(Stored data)
****************************************
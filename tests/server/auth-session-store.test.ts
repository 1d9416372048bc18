import { describe, expect, it } from 'vitest';
import { QueryTypes } from 'sequelize';
import type { Me } from '../../shared/types/api';
import { signUp, testApp, sequelize, User } from '../support/app';

const app = testApp();

async function sessionRowsOf(userId: number): Promise<{ sid: string; expires: Date }[]> {
  return sequelize.query<{ sid: string; expires: Date }>("SELECT sid, expires FROM auth_sessions WHERE JSON_VALUE(data, '$.passport.user') = ?", {
    type: QueryTypes.SELECT,
    replacements: [userId],
  });
}

describe('session store on the signed-in path', () => {
  it('does not write the session row again on every signed-in request', async () => {
    const user = await signUp(app);
    await user.client.get('/api/v1/auth/me');
    const [before] = await sessionRowsOf(user.userId);
    await new Promise((r) => setTimeout(r, 1100));
    for (let i = 0; i < 3; i += 1) expect((await user.client.get('/api/v1/auth/me')).status).toBe(200);
    const [after] = await sessionRowsOf(user.userId);
    expect(new Date(after!.expires).getTime()).toBe(new Date(before!.expires).getTime());
  });

  it('writes the expiry when the session row runs out sooner than the slack allows', async () => {
    const user = await signUp(app);
    await user.client.get('/api/v1/auth/me');
    const [row] = await sessionRowsOf(user.userId);
    // As if another process had written an expiry a day early: the next read learns it, and the touch renews it.
    const earlier = new Date(new Date(row!.expires).getTime() - 24 * 3600 * 1000);
    await sequelize.query('UPDATE auth_sessions SET expires = ? WHERE sid = ?', { replacements: [earlier, row!.sid] });
    expect((await user.client.get('/api/v1/auth/me')).status).toBe(200);
    const [renewed] = await sessionRowsOf(user.userId);
    expect(new Date(renewed!.expires).getTime()).toBeGreaterThan(earlier.getTime() + 23 * 3600 * 1000);
  });

  it('signs the request out at once when its session row is gone or expired', async () => {
    const user = await signUp(app);
    expect((await user.client.get('/api/v1/auth/me')).status).toBe(200);
    const [row] = await sessionRowsOf(user.userId);
    await sequelize.query('UPDATE auth_sessions SET expires = ? WHERE sid = ?', { replacements: [new Date(Date.now() - 1000), row!.sid] });
    expect((await user.client.get('/api/v1/auth/me')).status).toBe(401);

    const other = await signUp(app);
    expect((await other.client.get('/api/v1/auth/me')).status).toBe(200);
    await sequelize.query("DELETE FROM auth_sessions WHERE JSON_VALUE(data, '$.passport.user') = ?", { replacements: [other.userId] });
    expect((await other.client.get('/api/v1/auth/me')).status).toBe(401);
  });

  it('shows a changed name on the next request and refuses a deleted user', async () => {
    const user = await signUp(app);
    expect((await user.client.get('/api/v1/auth/me')).status).toBe(200);
    await User.update({ displayName: 'Odile Renamed' }, { where: { id: user.userId } });
    const me = await user.client.get('/api/v1/auth/me');
    expect((me.body as { data: Me }).data.user.displayName).toBe('Odile Renamed');
    await sequelize.query('DELETE FROM memberships WHERE user_id = ?', { replacements: [user.userId] });
    await User.destroy({ where: { id: user.userId } });
    expect((await user.client.get('/api/v1/auth/me')).status).toBe(401);
  });
});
****************************************
#### About this exercise:
Your answer must be a single number: the count of lines above that contain the string "before".

#### Answer space:
2